## How to complete this task:
Each line from the start of the data below through the one containing "orient: str = _keyword(str)" must be reproduced exactly.

## Material provided:
@dataclass(kw_only=True, eq=False)
class Inspol(Table):
    """OI_INSPOL: Jones matrices of the instrument; kept, not used."""

    extname: ClassVar[str] = "OI_INSPOL"
    revision: ClassVar[int] = 1

    date_obs: str = _keyword(str)
    npol: int = _keyword(int)
    arrname: str = _keyword(str)
    orient: str = _keyword(str)
    model: str = _keyword(str)

    target_id: np.ndarray = _column("I")
    insname: np.ndarray = _column("A", width=16)
    mjd_obs: np.ndarray = _column("D", unit="day")
    mjd_end: np.ndarray = _column("D", unit="day")
    jxx: np.ndarray = _column("C", NWAVE)
    jyy: np.ndarray = _column("C", NWAVE)
    jxy: np.ndarray = _column("C", NWAVE)
    jyx: np.ndarray = _column("C", NWAVE)
    sta_index: np.ndarray = _column("I")


KINDS: dict[str, type[Table]] = {
    kind.extname: kind for kind in (Target, Array, Wavelength, Vis, Vis2, T3, Flux, Corr, Inspol)
}


@dataclass(frozen=True)
class OtherHDU:
    """An extension that is no OIFITS table: kept byte for byte."""

    name: str
    raw: bytes


@dataclass(kw_only=True, eq=False)
class OIFile:
    """All that an OIFITS file holds.

    Example
    -------
    One squared visibility in two channels::

        file = OIFile(
            target=Target(target_id=[1], target=["Harrow 7"], raep0=[84.1], decep0=[-1.2]),
            arrays=[Array(arrname="SIM", tel_name=["T1", "T2"], sta_name=["A", "B"],
                          sta_index=[1, 2], staxyz=[[0, 0, 0], [0, 100, 0]])],
            wavelengths=[Wavelength(insname="SIM_H", eff_wave=[1.6e-6, 1.7e-6],
                                    eff_band=[5e-8, 5e-8])],
            data=[Vis2(insname="SIM_H", arrname="SIM", date_obs="2026-03-14", target_id=[1],
                       mjd=[61113.1], int_time=[60.0], vis2data=[[0.9, 0.8]],
                       vis2err=[[0.01, 0.01]], ucoord=[80.0], vcoord=[60.0],
                       sta_index=[[1, 2]])],
        )
        file.write("night.oifits")
    """

    target: Target
    wavelengths: list[Wavelength]
    data: list[DataTable]
    """Vis, Vis2, T3 and Flux tables, in the order of the file."""
    arrays: list[Array] = field(default_factory=list)
    correlations: list[Corr] = field(default_factory=list)
    polarisations: list[Inspol] = field(default_factory=list)
    primary: dict[str, object] = field(default_factory=dict)
    """Keywords of the primary header; the writer fills in those that version 2 demands."""
    history: list[str] = field(default_factory=list)
    others: list[OtherHDU] = field(default_factory=list)
    version: int = 2
    source: str = ""
    """The file it was read from."""
    problems: list[Problem] = field(default_factory=list)
    """What departed from the standard when it was read."""

    @property
    def tables(self) -> list[Table]:
        """Every OIFITS table, in the order in which they are written."""
        return [
            self.target,
            *self.arrays,
            *self.wavelengths,
            *self.correlations,
            *self.data,
            *self.polarisations,
        ]

    def wavelength(self, insname: str) -> Wavelength:
        """The spectral set-up of that name."""
        return next(table for table in self.wavelengths if table.insname == insname)

    def array(self, arrname: str | None) -> Array | None:
        """The array of that name; None where there is none."""
        return next((table for table in self.arrays if table.arrname == arrname), None)

    def of(self, kind: type[Table]) -> list[Any]:
        """The data tables of one kind."""
        return [table for table in self.data if isinstance(table, kind)]

    def write(self, path, *, force: bool = False) -> None:
        """Write a version 2 file; see `orbits.oifits.writing.write`."""
        from .writing import write

        write(self, path, force=force)
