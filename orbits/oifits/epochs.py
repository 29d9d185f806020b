"""From the tables of a file to observations: one target and one night each, as flat arrays."""

from collections.abc import Sequence
from pathlib import Path

import astropy.units as u
import numpy as np

from ..errors import InputError
from ..observation import Observable, Observation
from .joining import join
from .links import plain
from .loading import load
from .model import T3, DataTable, OIFile, Vis2

GAP = 8 * u.hour
"""A pause longer than this starts a new night: no night is without data for so long."""

Paths = str | Path | Sequence[str | Path]


def read(
    paths: Paths,
    *,
    target: str | None = None,
    night: str | None = None,
    gap: u.Quantity = GAP,
    flip_phase: bool = False,
) -> Observation:
    """Read one night of one target from one or several OIFITS files.

    Parameters
    ----------
    target : str, optional
        Name of the target (case and blanks do not matter); needed where there are several.
    night : str, optional
        Date of the night's mean time, UTC, as "2026-03-14" (or with a time, where one date has
        two); needed where there are several.
    gap : Quantity
        A pause longer than this between data starts a new night.
    flip_phase : bool
        Reverse the sign of all phases, for files known to use V = integral I exp(+2 pi i ...).

    Raises
    ------
    InputError
        If a file is unusable, or holds several targets or nights and none was chosen.
    """
    epochs = read_epochs(paths, target=target, gap=gap, flip_phase=flip_phase)
    labels = [label(epoch.mjd) for epoch in epochs]
    if night is not None:
        chosen = [e for e, name in zip(epochs, labels, strict=True) if name.startswith(night)]
        what = f"no night {night!r}" if not chosen else f"{len(chosen)} nights {night!r}"
    else:
        chosen, what = epochs, f"{len(epochs)} nights"
    if len(chosen) != 1:
        raise InputError(
            f"{_names(paths)}: {what} of {epochs[0].target}; choose one of {', '.join(labels)}"
        )
    return chosen[0]


def read_epochs(
    paths: Paths,
    *,
    target: str | None = None,
    gap: u.Quantity = GAP,
    flip_phase: bool = False,
) -> list[Observation]:
    """Read all nights of one target, in time order; the arguments are those of `read`.

    Raises
    ------
    InputError
        If a file is unusable, or holds several targets and none was chosen.
    """
    listed = [paths] if isinstance(paths, str | Path) else list(paths)
    if not listed:
        raise ValueError("no file was given")
    file = join([load(path) for path in listed])
    return observations(file, target=target, gap=gap, flip_phase=flip_phase)


def observations(
    file: OIFile, *, target: str | None = None, gap: u.Quantity = GAP, flip_phase: bool = False
) -> list[Observation]:
    """The nights of one target of a file, in time order; the arguments are those of `read`."""
    name, ids = _target(file, target)
    tables = [t for t in file.data if isinstance(t, Vis2 | T3)]
    tables = [t.select(np.isin(t.target_id, ids)) for t in tables]
    stations = _Stations(file)
    parts = [_flatten(table, file, stations) for table in tables]
    sign = -1.0 if flip_phase else 1.0
    v2 = [p for t, p in zip(tables, parts, strict=True) if isinstance(t, Vis2)]
    t3 = [p for t, p in zip(tables, parts, strict=True) if isinstance(t, T3)]
    observables = {"v2": _stack(v2, 1), "t3": _stack(t3, 2)}
    if flip_phase:
        observables["t3"] = _flipped(observables["t3"], sign)
    times = np.concatenate([o.mjd for o in observables.values()])
    if not times.size:
        raise InputError(f"{file.source}: no usable squared visibility or closure phase of {name}")
    starts = _night_starts(times, gap.to_value(u.day))
    epochs = []
    for number in range(len(starts)):
        kept = {
            key: o.select(np.searchsorted(starts, o.mjd, side="right") - 1 == number)
            for key, o in observables.items()
        }
        epochs.append(
            Observation(
                target=name,
                instruments=tuple(w.insname for w in file.wavelengths),
                stations=tuple(stations.names),
                files=tuple(file.source.split(", ")),
                **kept,
            )
        )
    return epochs


def label(mjd: float) -> str:
    """What a night is called: its mean time, UTC, to the minute."""
    from astropy.time import Time

    return Time(mjd, format="mjd", scale="utc").isot[:16]


def _names(paths: Paths) -> str:
    return str(paths) if isinstance(paths, str | Path) else ", ".join(map(str, paths))


def _target(file: OIFile, wanted: str | None) -> tuple[str, list[int]]:
    """Name and ids of the target that is meant."""
    names = file.target.target.tolist()
    used = set(np.concatenate([table.target_id for table in file.data]).tolist())
    groups: dict[str, list[int]] = {}
    for number, name in zip(file.target.target_id.tolist(), names, strict=True):
        if number in used:
            groups.setdefault(plain(name), []).append(number)
    shown = {plain(name): name for name in reversed(names)}
    known = ", ".join(repr(shown[key]) for key in groups)
    if wanted is None and len(groups) > 1:
        raise InputError(f"{file.source}: several targets; choose one of {known}")
    key = next(iter(groups)) if wanted is None else plain(wanted)
    if key not in groups:
        raise InputError(f"{file.source}: no target {wanted!r}; there is {known}")
    return shown[key], groups[key]


class _Stations:
    """Names of the stations of all arrays of a file, and the numbers they get."""

    def __init__(self, file: OIFile) -> None:
        self.names: list[str] = []
        self._numbers: dict[str, dict[int, int]] = {}
        for array in file.arrays:
            prefix = f"{array.arrname} " if len(file.arrays) > 1 else ""
            numbers = self._numbers.setdefault(array.arrname, {})
            for index, name in zip(array.sta_index.tolist(), array.sta_name.tolist(), strict=True):
                numbers[index] = len(self.names)
                self.names.append(prefix + (name or str(index)))

    def indices(self, arrname: str | None, sta_index: np.ndarray) -> np.ndarray:
        """Positions in `names` of the stations of a table; -1 where unknown."""
        numbers = self._numbers.get(arrname, {})
        old, where = np.unique(sta_index, return_inverse=True)
        new = np.array([numbers.get(i, -1) for i in old.tolist()], dtype=np.int32)
        return new[where].reshape(sta_index.shape)


def _flatten(table: DataTable, file: OIFile, stations: _Stations) -> Observable:
    """The usable data of a table, one row and one channel each."""
    value_name, error_name, _ = table.quantities[-1]  # T3PHI of T3AMP, T3PHI
    value = table[value_name]
    error = table[error_name]
    keep = ~table.flag & np.isfinite(value) & np.isfinite(error) & (error > 0)
    keep &= np.isfinite(table.mjd)[:, None]
    row, channel = np.nonzero(keep)
    if isinstance(table, T3):
        legs = np.stack(
            [
                np.stack([table.u1coord, table.v1coord], axis=-1),
                np.stack([table.u2coord, table.v2coord], axis=-1),
            ],
            axis=1,
        )
        value = np.radians(np.remainder(value[keep] + 180.0, 360.0) - 180.0)
        error = np.radians(error[keep])
    else:
        legs = np.stack([table.ucoord, table.vcoord], axis=-1)[:, None, :]
        value, error = value[keep], error[keep]
    spectrum = file.wavelength(table.insname)
    number = [w.insname for w in file.wavelengths].index(table.insname)
    return Observable(
        legs=legs[row],
        wavelength=spectrum.eff_wave.astype(np.float64)[channel],
        bandwidth=np.nan_to_num(spectrum.eff_band.astype(np.float64))[channel],
        value=value,
        error=error,
        mjd=table.mjd[row],
        integration=np.nan_to_num(table.int_time)[row],
        stations=stations.indices(table.arrname, table.sta_index)[row],
        row=row.astype(np.int32),
        channel=channel.astype(np.int32),
        instrument=np.full(row.size, number, dtype=np.int32),
    )


def _stack(parts: list[Observable], legs: int) -> Observable:
    """All parts after each other, their rows numbered through."""
    if not parts:
        return Observable.empty(legs)
    first = 0
    for part in parts:
        part.row[:] += first
        first = int(part.row.max(initial=first - 1)) + 1
    return Observable.concatenate(parts)


def _flipped(observable: Observable, sign: float) -> Observable:
    from dataclasses import replace

    return replace(observable, value=sign * observable.value)


def _night_starts(times: np.ndarray, gap: float) -> np.ndarray:
    """The first time of each night."""
    ordered = np.unique(times)
    return ordered[np.concatenate([[True], np.diff(ordered) > gap])]
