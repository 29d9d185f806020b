"""Reversing the sign of all phases of a file, for instruments that use the other convention."""

from dataclasses import replace

import numpy as np

from .correlation import Numbers
from .model import T3, OIFile, Vis

_PHASES = {Vis: ("VISPHI", "IVIS"), T3: ("T3PHI",)}
"""What changes its sign under complex conjugation."""


def flipped(file: OIFile) -> OIFile:
    """`file` as if it had been written with V = integral I exp(+2 pi i (u x + v y)).

    Correlations between a phase and anything else change their sign too.
    """
    numbers = Numbers(file)
    sign = np.ones(numbers.total)
    data = []
    for table in file.data:
        changes = {}
        for name in _PHASES.get(type(table), ()):
            if table[name] is None:
                continue
            changes[name.lower()] = -table[name]
            which = numbers.of(table, f"CORRINDX_{name}")
            if which is not None:
                sign[which[which >= 0]] = -1.0
        data.append(replace(table, **changes) if changes else table)
    correlations = []
    for table in file.correlations:
        i, j, valid = numbers.pairs(table)
        corr = table.corr.copy()
        corr[valid] *= sign[i[valid]] * sign[j[valid]]
        correlations.append(replace(table, corr=corr))
    return replace(file, data=data, correlations=correlations)
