"""Writing: an `OIFile` as a version 2 file that meets the standard to the letter."""

from datetime import UTC, datetime
from pathlib import Path

import numpy as np
from astropy.io import fits

from ..files import whole_file
from .blocks import BLOCK
from .model import Column, OIFile, Table, attribute, columns, keywords

_NUMPY = {"L": "S1", "I": ">i2", "J": ">i4", "E": ">f4", "D": ">f8", "C": ">c8"}


def write(file: OIFile, path: str | Path, *, force: bool = False) -> None:
    """Write `file` to `path` as OIFITS version 2.

    Columns of data are written in the types of the standard and read back bit for bit; TIME is
    written as 0, as version 2 demands. Unknown columns and extensions are written as they were
    read.

    Raises
    ------
    InputError
        If `path` exists and `force` is false.
    ValueError
        If an id does not fit the 16 bits of its column, or a text its width.
    """
    versions: dict[str, int] = {}
    with whole_file(Path(path), force=force) as temporary, open(temporary, "wb") as handle:
        handle.write(_sealed(primary_header(file), b""))
        for table in file.tables:
            versions[table.extname] = versions.get(table.extname, 0) + 1
            header, data = _encode(table, versions[table.extname])
            handle.write(_sealed(header, data))
            handle.write(data + b"\0" * (-len(data) % BLOCK))
        for other in file.others:
            handle.write(other.raw)


def primary_header(file: OIFile) -> fits.Header:
    """The primary header: what `file.primary` says, and what version 2 demands beside it."""
    header = fits.Header()
    header["SIMPLE"], header["BITPIX"], header["NAXIS"], header["EXTEND"] = True, 8, 0, True
    demanded = _demanded(file)
    for name, value in (demanded | _given(file.primary)).items():
        header[name] = value
    header["CONTENT"] = "OIFITS2"
    header["DATE"] = datetime.now(UTC).strftime("%Y-%m-%dT%H:%M:%S")
    for line in file.history:
        header.add_history(line)
    return header


def _given(primary: dict[str, object]) -> dict[str, object]:
    return {name: value for name, value in primary.items() if value not in ("", None)}


def _demanded(file: OIFile) -> dict[str, object]:
    """The compulsory keywords, from the tables themselves."""
    from astropy.time import Time

    times = np.concatenate([table.mjd for table in file.data])
    times = times[np.isfinite(times) & (times > 0)]
    start = Time(times.min(), format="mjd").isot if times.size else "1858-11-17T00:00:00"
    arrays = sorted({a.arrname for a in file.arrays})
    instruments = sorted({w.insname for w in file.wavelengths})
    return {
        "ORIGIN": "UNKNOWN",
        "DATE-OBS": start,
        "TELESCOP": _one(arrays),
        "INSTRUME": _one(instruments),
        "OBSERVER": "UNKNOWN",
        "OBJECT": _one(sorted(set(file.target.target.tolist()))),
        "INSMODE": _one(instruments),
    }


def _one(names: list[str]) -> str:
    names = [name for name in names if name]
    return names[0] if len(names) == 1 else "MULTI" if names else "UNKNOWN"


def _encode(table: Table, version: int) -> tuple[fits.Header, bytes]:
    """Header and data of a table."""
    known = [c for c in columns(type(table)) if getattr(table, attribute(c.name)) is not None]
    forms: list[tuple[str, object]] = []
    header = fits.Header()
    header["XTENSION"] = "BINTABLE"
    header["BITPIX"], header["NAXIS"], header["NAXIS1"] = 8, 2, 0
    header["NAXIS2"], header["PCOUNT"], header["GCOUNT"] = len(table), 0, 1
    header["TFIELDS"] = len(known) + len(table.extra)
    header["EXTNAME"], header["EXTVER"] = table.extname, version
    header["OI_REVN"] = table.revision
    for keyword in keywords(type(table)):
        value = getattr(table, attribute(keyword.name))
        if value is not None:
            header[keyword.name] = value
    for number, column in enumerate(known, start=1):
        values = getattr(table, attribute(column.name))
        forms.append((f"c{number}", *_form(column, values)))
        header[f"TTYPE{number}"] = column.name
        header[f"TFORM{number}"] = _tform(column, values)
        unit = table.units.get(column.name, "") if column.unit == "free" else column.unit
        if unit:
            header[f"TUNIT{number}"] = unit
        if len(column.shape) == 2:
            header[f"TDIM{number}"] = f"({values.shape[2]},{values.shape[1]})"
    for number, extra in enumerate(table.extra.values(), start=len(known) + 1):
        forms.append((f"c{number}", "u1", (extra.raw.shape[1],)))
        for stem, value in extra.cards.items():
            header[f"{stem}{number}"] = value
    records = np.zeros(len(table), dtype=forms)
    header["NAXIS1"] = records.dtype.itemsize
    for number, column in enumerate(known, start=1):
        records[f"c{number}"] = _stored(table, column)
    for number, extra in enumerate(table.extra.values(), start=len(known) + 1):
        records[f"c{number}"] = extra.raw
    for name, value, comment in table.cards:
        header.append((name, value, comment), end=True)
    return header, records.tobytes()


def _form(column: Column, values: np.ndarray) -> tuple[object, ...]:
    if column.code == "A":
        return (f"S{_width(column, values)}",)
    return _NUMPY[column.code], values.shape[1:]


def _tform(column: Column, values: np.ndarray) -> str:
    if column.code == "A":
        return f"{_width(column, values)}A"
    repeat = int(np.prod(values.shape[1:], dtype=int))
    return column.code if not column.shape else f"{repeat}{column.code}"


def _width(column: Column, values: np.ndarray) -> int:
    longest = max((len(v.encode("latin-1", "replace")) for v in values.tolist()), default=0)
    if longest > column.width and column.name != "INSNAME":  # whose width the standard leaves open
        value = max(values.tolist(), key=len)
        raise ValueError(f"column {column.name}: {value!r} is longer than {column.width} letters")
    return max(longest, column.width)


def _stored(table: Table, column: Column) -> np.ndarray:
    """The values as they go into the file."""
    values = getattr(table, attribute(column.name))
    if column.name == "TIME":
        return np.zeros_like(values)
    if column.code == "A":
        return np.array([v.encode("ascii", "replace") for v in values.tolist()], dtype="S")
    if column.code == "L":
        return np.where(values, b"T", b"F")
    if column.code == "I" and values.size and np.abs(values).max() > np.iinfo(np.int16).max:
        raise ValueError(
            f"{table.extname}: column {column.name} has ids beyond 32767, which do not fit the file"
        )
    return values


def _sealed(header: fits.Header, data: bytes) -> bytes:
    """The bytes of a header."""
    return header.tostring().encode("ascii", "replace")
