"""Flattening: from rows and channels of tables to the plain arrays of an observation."""

from collections.abc import Sequence
from dataclasses import dataclass, replace
from typing import TYPE_CHECKING, Self

import numpy as np

from ..observation import OBSERVABLES, Channels, Exposures, Observable, Observation
from . import references
from .correlation import Numbers, mended
from .delays import without_delay
from .model import BaselineTable, OIFile, Vis, Wavelength
from .observables import KINDS, ErrorBars, Kind, sound, usable

if TYPE_CHECKING:
    from scipy.sparse import csr_array


@dataclass(frozen=True)
class Share:
    """What a table has to give of one observable."""

    kind: Kind
    table: BaselineTable
    keep: np.ndarray
    """(nrow, nwave) bool: the data that are used."""

    def select(self, rows: np.ndarray) -> Self:
        """Only these rows, a boolean array."""
        if rows.all():
            return self
        return replace(self, table=self.table.select(rows), keep=self.keep[rows])


def shares(file: OIFile, ids: list[int], observables: Sequence[str]) -> list[Share]:
    """What each table of `file` gives of each of the observables, for targets with these ids."""
    found = []
    for name in OBSERVABLES:
        for table in file.of(KINDS[name].table) if name in observables else ():
            keep = usable(table, KINDS[name]) & sound(file.wavelength(table.insname))
            keep &= np.isin(table.target_id, ids)[:, None]
            found.append(Share(KINDS[name], table, keep))
    return found


def observation(
    file: OIFile, target: str, given: Sequence[Share], errors: ErrorBars
) -> Observation:
    """The shares of one night as an observation, with the instruments and stations they involve."""
    used = {share.table.insname for share in given}
    sources = {share.table.file for share in given}
    spectra = _Spectra([w for w in file.wavelengths if w.insname in used])
    stations = _Stations(file, given)
    parts: dict[str, Observable] = {}
    for name in OBSERVABLES:
        flat = [
            _flat(share, spectra, stations, errors) for share in given if share.kind.name == name
        ]
        if flat:
            parts[name] = Observable.concatenate(flat)
    return Observation(
        target=target,
        instruments=spectra.names,
        stations=tuple(stations.names),
        phase_order=max((_order(s.table) for s in given if s.kind.name == "visphi"), default=0),
        correlation=_correlation(file, given),
        files=tuple(name for name in file.files if name in sources),
        problems=tuple(file.problems),
        **parts,
    )


def _flat(
    share: Share, spectra: "_Spectra", stations: "_Stations", errors: ErrorBars
) -> Observable:
    table, kind, keep = share.table, share.kind, share.keep
    number = spectra.names.index(table.insname)
    value, error = table[kind.value], table[kind.error]
    # Indices of 64 bits would be as large as the data.
    rows = np.arange(len(table), dtype=np.int32)
    width = np.arange(keep.shape[1], dtype=np.int32) + spectra.first[number]
    if kind.name == "visphi":
        value, error = _differences(table, keep, spectra.channels.wavelength[width])
    if keep.all():
        value, error = value.ravel(), error.ravel()  # views
    else:
        value, error = value[keep], error[keep]
    if kind.phase:
        value, error = np.radians(within_a_turn(value)), np.radians(error)
    return Observable(
        exposures=exposures(table, stations.of(table), number),
        channels=spectra.channels,
        row=np.repeat(rows, np.count_nonzero(keep, axis=1)),
        channel=np.broadcast_to(width, keep.shape)[keep],
        value=value,
        error=errors.apply(kind.name, error),
    )


def _differences(
    table: Vis, keep: np.ndarray, wavelength: np.ndarray
) -> tuple[np.ndarray, np.ndarray]:
    """VISPHI and its errors, deg, without group delays and about a reference common to a row."""
    phase, factor = table.visphi.copy(), references.scale(table)[:, None]
    used = np.flatnonzero(keep.any(axis=0))
    straight = without_delay(np.radians(phase[:, used]), keep[:, used], wavelength[used])
    phase[:, used] = np.degrees(straight)
    return phase * factor, table.visphierr * factor


def _order(table: Vis) -> int:
    """Order of the polynomial in wavelength that was taken out of the phases of `table`."""
    return max(table.phiorder or 0, 0) if references.is_differential(table) else 0


def within_a_turn(degrees: np.ndarray) -> np.ndarray:
    """Phases brought into -180 to 180 deg."""
    if not degrees.size or (degrees.min() >= -180 and degrees.max() <= 180):
        return degrees
    return degrees - 360.0 * np.round(degrees / 360.0)


def exposures(table: BaselineTable, stations: np.ndarray, instrument: int) -> Exposures:
    """The rows of a table, for stations (nrow, k + 1) and an instrument of these numbers."""
    return Exposures(
        legs=table.legs,
        mjd=table.mjd,
        integration=np.where(table.int_time > 0, table.int_time, 0.0),
        stations=stations,
        instrument=np.full(len(table), instrument, dtype=np.int16),
    )


def channels(spectra: Sequence[Wavelength]) -> Channels:
    """The channels of spectral set-ups, one after the other; bands wider than sense as unknown."""
    wave, band = (
        np.concatenate([w[name].astype(np.float64) for w in spectra])
        for name in ("EFF_WAVE", "EFF_BAND")
    )
    return Channels(
        wavelength=wave,
        bandwidth=np.where((band > 0) & (band < wave), band, 0.0),
        instrument=np.repeat(np.arange(len(spectra)), [len(w) for w in spectra]),
    )


class _Spectra:
    """The spectral set-ups that take part, and where the channels of each begin."""

    def __init__(self, spectra: Sequence[Wavelength]) -> None:
        self.names = tuple(w.insname for w in spectra)
        self.channels = channels(spectra)
        self.first = np.cumsum([0, *(len(w) for w in spectra)], dtype=np.int32)


class _Stations:
    """The stations that take part, and the numbers they get.

    Where no OI_ARRAY names them, STA_INDEX does, unless it is the same at both ends of a baseline.
    """

    def __init__(self, file: OIFile, given: Sequence[Share]) -> None:
        self.names: list[str] = []
        self._numbers: dict[str | None, dict[int, int]] = {}
        taken = list(dict.fromkeys(share.table.arrname for share in given))
        for arrname in taken:
            used = [
                s.table.sta_index[s.keep.any(axis=1)] for s in given if s.table.arrname == arrname
            ]
            array = file.array(arrname)
            if array is None:
                real = [pairs[_differ(pairs)].ravel() for pairs in used]
                named = {int(index): str(index) for index in np.unique(np.concatenate(real))}
            else:
                present = np.isin(array.sta_index, np.concatenate([u.ravel() for u in used]))
                rows = zip(array.sta_index[present], array.sta_name[present], strict=True)
                named = {int(index): str(name) or str(index) for index, name in rows}
            prefix = f"{arrname} " if len(taken) > 1 and arrname else ""
            numbers = self._numbers.setdefault(arrname, {})
            for index, name in named.items():
                numbers[index] = len(self.names)
                self.names.append(prefix + name)

    def of(self, table: BaselineTable) -> np.ndarray:
        """Positions in `names` of the stations of each row of `table`; -1 where unknown."""
        known = self._numbers.get(table.arrname, {})
        old, where = np.unique(table.sta_index, return_inverse=True)
        new = np.array([known.get(index, -1) for index in old.tolist()], dtype=np.int16)
        found = new[where].reshape(table.sta_index.shape)
        return np.where(_differ(table.sta_index)[:, None], found, np.int16(-1))


def _differ(stations: np.ndarray) -> np.ndarray:
    """(nrow,) whether the two or three stations of a row are all different."""
    ordered = np.sort(stations, axis=1)
    return (np.diff(ordered) != 0).all(axis=1)


def _correlation(file: OIFile, given: Sequence[Share]) -> "csr_array | None":
    """Correlation matrix of all the data, mended if need be; None if they are independent."""
    numbers = Numbers(file)
    if not numbers.total or not given:
        return None
    parts = []
    for share in given:
        found = numbers.of(share.table, share.kind.index)
        none = np.full(np.count_nonzero(share.keep), -1)
        parts.append(none if found is None else found[share.keep])
    matrix = numbers.matrix(np.concatenate(parts))
    return None if matrix is None else mended(matrix)[0]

## Result for this task:
@dataclass(kw_only=True, eq=False)
class Inspol(Table):
    """OI_INSPOL: Jones matrices of the instrument; kept, not used."""

    extname: ClassVar[str] = "OI_INSPOL"
    revision: ClassVar[int] = 1

    date_obs: str = _keyword(str)
    npol: int = _keyword(int)
    arrname: str = _keyword(str)
    orient: str = _keyword(str)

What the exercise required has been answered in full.